Eddie starts the day with a bowl of fruit such as papaya, banana, apple, pear, or melon, and two slices of brown bread topped with honey and peanut butter, or avocado, or a fried egg.
Head said it’s great that Eddie eats lots of varied fruits and vegetables and mainly whole foods.
“Processed foods often aren’t as nutritious and can contain too much salt and sugar, meaning they should be kept to a minimum,” she said.
However, if Eddie trains later in the day, Head said he might benefit from eating a smaller breakfast and spreading his energy intake more evenly across the course of the day.
“This will help him avoid any energy slumps and also ensure he can get the most out of his training,” she said.
For lunch, Eddie said he eats white rice and baked beans with mixed vegetables.
Head said he should try to eat more protein both to boost satiety and help with muscle gain (aim for 1.5-2g per kilogram of bodyweight spread out over the day).
She recommends adding lean sources like chicken, turkey, white fish, salmon, and eggs, as well as plant-based alternatives such as beans, lentils, and chickpeas.

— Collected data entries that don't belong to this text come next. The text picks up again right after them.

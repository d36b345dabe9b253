/**
 * The demo report in a real browser (headless Chromium): it loads with no console error and no
 * request beyond its own file, every figure has a non-zero size and a title, and no text of any
 * figure reaches outside its SVG's viewBox (text boxes from getBBox, carried to the SVG's user
 * space with the element's transform matrix).
 */
import { afterAll, beforeAll, describe, expect, it } from 'vitest';
import { mkdtempSync, rmSync } from 'node:fs';
import { tmpdir } from 'node:os';
import { join } from 'node:path';
import { pathToFileURL } from 'node:url';
import type { Page } from 'playwright-core';
import { runCli } from '../../src/cli/run-cli.js';
import { launchChromium, type HeadlessBrowser } from './chromium.js';

let browser: HeadlessBrowser;
let page: Page;
let out: string;
const consoleErrors: string[] = [];
const foreignRequests: string[] = [];

beforeAll(async () => {
  out = mkdtempSync(join(tmpdir(), 'mechanist-report-'));
  expect(await runCli(['demo', '--out', out], { out: () => {}, err: () => {}, errIsTTY: false, cwd: out })).toBe(0);
  browser = await launchChromium();
  page = await browser.context.newPage();
  page.on('console', (m) => {
    if (m.type() === 'error' || m.type() === 'warning') consoleErrors.push(m.text());
  });
  page.on('pageerror', (e) => consoleErrors.push(String(e)));
  page.on('request', (r) => {
    if (!r.url().startsWith('file://')) foreignRequests.push(r.url());
  });
  await page.goto(pathToFileURL(join(out, 'report.html')).href, { waitUntil: 'load' });
});

afterAll(async () => {
  await browser?.close();
  rmSync(out, { recursive: true, force: true });
});

interface FigureCheck {
  id: string;
  width: number;
  height: number;
  title: string;
  overflow: string[];
  texts: number;
}

/** Runs in the page: size, title and text-overflow findings of every figure's SVG. */
function collectFigureChecks(selector: string): FigureCheck[] {
  const out: FigureCheck[] = [];
  for (const svg of Array.from(document.querySelectorAll<SVGSVGElement>(selector))) {
    const rect = svg.getBoundingClientRect();
    const vb = svg.viewBox.baseVal;
    const rootInverse = svg.getScreenCTM()!.inverse();
    const overflow: string[] = [];
    const texts = Array.from(svg.querySelectorAll<SVGTextElement>('text'));
    for (const t of texts) {
      if (!t.textContent) continue;
      const box = t.getBBox();
      const m = rootInverse.multiply(t.getScreenCTM()!);
      const corners = [
        [box.x, box.y],
        [box.x + box.width, box.y],
        [box.x, box.y + box.height],
        [box.x + box.width, box.y + box.height],
      ].map(([x, y]) => new DOMPoint(x, y).matrixTransform(m));
      const xs = corners.map((p) => p.x);
      const ys = corners.map((p) => p.y);
      const tol = 0.5;
      if (Math.min(...xs) < vb.x - tol || Math.max(...xs) > vb.x + vb.width + tol || Math.min(...ys) < vb.y - tol || Math.max(...ys) > vb.y + vb.height + tol) {
        overflow.push(`"${t.textContent}" x ${Math.min(...xs).toFixed(1)}..${Math.max(...xs).toFixed(1)} y ${Math.min(...ys).toFixed(1)}..${Math.max(...ys).toFixed(1)} (viewBox ${vb.width} x ${vb.height})`);
      }
    }
    out.push({ id: svg.id, width: rect.width, height: rect.height, title: svg.querySelector('title')?.textContent ?? '', overflow, texts: texts.length });
  }
  return out;
}

describe('demo report in headless Chromium', () => {
  it('loads with no console errors and fetches nothing', () => {
    expect(consoleErrors).toEqual([]);
    expect(foreignRequests).toEqual([]);
  });

  it('every figure has a non-zero size, a title, and all its text inside the viewBox', async () => {
    const checks = await page.evaluate(collectFigureChecks, 'figure.plot svg');
    expect(checks.length).toBeGreaterThanOrEqual(10);
    for (const c of checks) {
      expect(c.width, c.id).toBeGreaterThan(100);
      expect(c.height, c.id).toBeGreaterThan(50);
      expect(c.title.length, c.id).toBeGreaterThan(5);
      expect(c.texts, c.id).toBeGreaterThan(3);
      expect(c.overflow, c.id).toEqual([]);
    }
  });

  it('the overflow check catches text that leaves its SVG (control)', async () => {
    const probe = await browser.context.newPage();
    await probe.setContent('<svg id="probe" viewBox="0 0 100 50" width="200" height="100"><title>probe figure</title><text x="60" y="20" font-size="12">far too long a label</text><text x="5" y="30">a</text><text x="5" y="40">b</text><text x="5" y="45">c</text></svg>');
    const [c] = await probe.evaluate(collectFigureChecks, 'svg');
    await probe.close();
    expect(c.overflow).toHaveLength(1);
    expect(c.overflow[0]).toContain('far too long a label');
  });

  it('the verdict is the first thing in the page body', async () => {
    const first = await page.evaluate(() => document.querySelector('main section')?.id);
    expect(first).toBe('verdict');
  });
});
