/**
 * Progress on long reads and analyses: the bar itself, the reader's position reports, and what
 * `analyze` and `batch` draw on a terminal stderr (forced on in-process: errIsTTY with no wait
 * before the first draw). No timings are asserted; only what is drawn, and that nothing is drawn
 * off a terminal or under --json / --quiet.
 */
import { describe, expect, it } from 'vitest';
import { mkdtempSync, writeFileSync } from 'node:fs';
import { tmpdir } from 'node:os';
import { join } from 'node:path';
import { runCli } from '../../src/cli/run-cli.js';
import type { CliIo } from '../../src/cli/io.js';
import { megabytesRead, progressBar } from '../../src/cli/progress-bar.js';
import { parseRateText } from '../../src/input/parse-rate-text.js';

const SUBSTRATE = [2, 4, 8, 15, 30, 60, 120, 240];
const INHIBITOR = [0, 0.5, 1, 2, 4];

/** A long export of `rows` rows over two compounds (invented: competitive, 4% wobble, no randomness). */
function exportText(rows: number): string {
  const lines = ['compound,substrate (uM),inhibitor (uM),rate (nM/s),replicate'];
  for (let k = 0; k < rows; k++) {
    const j = k % 40;
    const s = SUBSTRATE[j % 8];
    const i = INHIBITOR[Math.floor(j / 8)];
    const v = ((100 * s) / (10 * (1 + i) + s)) * (1 + 0.04 * Math.sin(k * 1.7));
    lines.push(`${k < rows / 2 ? 'PG-1' : 'PG-2'},${s},${i},${v.toFixed(4)},${Math.floor(k / 40) + 1}`);
  }
  return lines.join('\n') + '\n';
}

function terminalIo(cwd: string, terminal: boolean): CliIo & { stdout: string; stderr: string } {
  const io = {
    stdout: '',
    stderr: '',
    out: (t: string) => void (io.stdout += t),
    err: (t: string) => void (io.stderr += t),
    errIsTTY: terminal,
    progressDelayMs: 0,
    cwd,
  };
  return io;
}

describe('progress bar', () => {
  it('draws on a terminal writer, erases itself when done, and is silent elsewhere', () => {
    let text = '';
    const bar = progressBar('reading', { write: (t) => (text += t), terminal: true, delayMs: 0, width: 10, count: megabytesRead });
    bar.update(14_000_000, 56_000_000);
    expect(text).toBe('\rreading [###.......] 25% 14.0 of 56.0 MB');
    bar.update(56_000_000, 56_000_000);
    expect(text.endsWith('\r\x1b[K')).toBe(true);
    let silent = '';
    const off = progressBar('reading', { write: (t) => (silent += t), terminal: false, delayMs: 0 });
    off.update(1, 4);
    off.finish();
    expect(silent).toBe('');
  });
});

describe('reader position reports', () => {
  it('reports the characters read, rising, ending at the whole text', () => {
    const text = exportText(5000);
    const seen: [number, number][] = [];
    const tables = parseRateText(text, { source: 'p.csv', onReadProgress: (done, total) => seen.push([done, total]) });
    expect(tables.map((t) => t.points.length)).toEqual([2500, 2500]);
    expect(seen.length).toBeGreaterThan(2);
    for (let k = 1; k < seen.length; k++) expect(seen[k][0]).toBeGreaterThan(seen[k - 1][0]);
    expect(seen.every(([, total]) => total === text.length)).toBe(true);
    expect(seen.at(-1)).toEqual([text.length, text.length]);
  });
});

describe('progress in the CLI', () => {
  const dir = mkdtempSync(join(tmpdir(), 'mechanist-progress-'));
  writeFileSync(join(dir, 'export.csv'), exportText(4000));

  it('analyze draws a reading bar and a bar over the compounds on a terminal', async () => {
    const io = terminalIo(dir, true);
    expect(await runCli(['analyze', 'export.csv', '--compound', 'all', '--no-profile'], io)).toBe(0);
    expect(io.stderr).toMatch(/\rreading \[[#.]+\] \d+% [\d.]+ of 0\.1 MB/);
    expect(io.stderr).toMatch(/\ranalysing \[[#.]+\] \d+% \(\d\/2 compounds\)/);
    expect(io.stderr).toContain('\r\x1b[K');
    expect(io.stdout).toContain('PG-2');
  }, 60_000);

  it('analyze draws nothing off a terminal or under --json', async () => {
    const plain = terminalIo(dir, false);
    expect(await runCli(['analyze', 'export.csv', '--compound', 'all', '--no-profile'], plain)).toBe(0);
    expect(plain.stderr).not.toContain('\r');
    const json = terminalIo(dir, true);
    expect(await runCli(['analyze', 'export.csv', '--compound', 'all', '--no-profile', '--json'], json)).toBe(0);
    expect(json.stderr).not.toContain('\r');
  }, 60_000);

  it('batch draws a reading bar that moves within the file, then its compound bar; none with --quiet', async () => {
    const io = terminalIo(dir, true);
    expect(await runCli(['batch', 'export.csv', '--out', 'run', '--jobs', '1', '--no-profile'], io)).toBe(0);
    expect(io.stderr).toMatch(/\rreading \[[#.]+\] [1-9]\d?% \(0\/1 files\)/);
    expect(io.stderr).toMatch(/\rbatch \[[#.]+\] \d+% \(1\/2\)/);
    const quiet = terminalIo(dir, true);
    expect(await runCli(['batch', 'export.csv', '--out', 'run-quiet', '--jobs', '1', '--no-profile', '--quiet'], quiet)).toBe(0);
    expect(quiet.stderr).not.toContain('\r');
  }, 60_000);
});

Adding more healthy fats, like nuts, seeds, salmon, or avocado, to his meals would also help with exercise recovery because of their anti-inflammatory properties, Head said.
“Reducing inflammation is important when performing at your peak, as it helps reduce muscle soreness post-training (the dreaded DOMS), allowing you to recover more quickly,” she said.
Eddie’s dinners are often pasta with corned beef and mixed vegetables, or baked potatoes with stew and mixed vegetables, he said.
While he is getting some fiber in his meals, Head said he could work to increase his intake over time to help boost his digestive health and stabilize blood sugar levels. 
“Fiber can improve weight maintenance by helping with feelings of satiety and has even been said to reduce the risk of cardiovascular disease, type 2 diabetes, and bowel cancer,” she said.
Small tweaks could be choosing wholemeal bread, whole grain pasta, or brown rice, adding lentils to stews, and eating the skin on vegetables and fruit.
Head said eating smaller meals and adding snacks into Eddie’s diet might help boost his workout performance but he should give himself one to two hours to digest food before training.
It’s important to refuel adequately after a workout by consuming a snack or meal containing protein, carbs, and healthy fats.